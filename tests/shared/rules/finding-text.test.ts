import { describe, expect, it } from 'vitest';
import { isMissingFacts } from '../../../shared/rules/define-rule';
import { DEFAULT_CONTEXT, runChecks } from '../../../shared/rules/engine';
import { RULES, ruleById } from '../../../shared/rules/index';
import { DEFAULT_TRANSITION_RULES } from '../../../shared/regulation/transition-rules';
import { AIRFLOW_DIRECTIONS, INDOOR_LOCATIONS, SCOPES } from '../../../shared/schemas/check';
import { articleFor } from '../../../shared/rules/text';
import type { Finding, Pairing, RuleContext, Severity } from '../../../shared/rules/types';
import { awg, edit } from './worked-case-builder';
import { REGRESSION_PAIRINGS } from './regression-pairings';
import { heatKitAirHandler, ownCoilAirHandler } from '../../helpers/pairing-edits';

/**
 * Every finding is titled by what is wrong, in plain words with its key numbers (Issue 7): one case
 * per rule and per severity it can produce, with the exact title expected and the numbers its
 * sentence must carry. Pairings start from the clean certified R-454B install (worked-case-builder).
 * Numbers in titles are the pairing's own facts or arithmetic noted beside them.
 */

interface TextCase {
  ruleId: string;
  severity: Severity;
  pairing: () => Pairing;
  title: string;
  /** Fragments the detail sentence must contain (numbers with units, grammar). */
  detail: string[];
  context?: RuleContext;
}

const r410a = (p: Pairing) => {
  Object.assign(p.outdoor.spec, { refrigerant: 'R-410A' });
  Object.assign(p.indoorCoil!.spec, { refrigerants: ['R-410A'], meteringRefrigerant: 'R-410A', a2lListed: false });
};
const heatPump = (p: Pairing) => {
  Object.assign(p.outdoor.spec, { systemType: 'heat-pump', hspf2: 7.8 });
  p.controls = { thermostatHeatPump: true, auxHeatStages: 1 };
};
/** An air handler with its own coil (no separate coil part), kept from the old system. */
const keptOwnCoilAirHandler = (p: Pairing, refrigerants: Pairing['outdoor']['spec']['refrigerant'][]) => ownCoilAirHandler(p, { refrigerants }, true);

THE TASK> Write out, unaltered, the lines from the opening of the listing through the line that includes "AIRFLOW_DIRECTIONS, INDOOR_LOCATIONS, SCOPES".

ANSWER TO THIS PROBLEM>
filename tests/shared/rules/finding-text.test.ts
import { describe, expect, it } from 'vitest';
import { isMissingFacts } from '../../../shared/rules/define-rule';
import { DEFAULT_CONTEXT, runChecks } from '../../../shared/rules/engine';
import { RULES, ruleById } from '../../../shared/rules/index';
import { DEFAULT_TRANSITION_RULES } from '../../../shared/regulation/transition-rules';
import { AIRFLOW_DIRECTIONS, INDOOR_LOCATIONS, SCOPES } from '../../../shared/schemas/check';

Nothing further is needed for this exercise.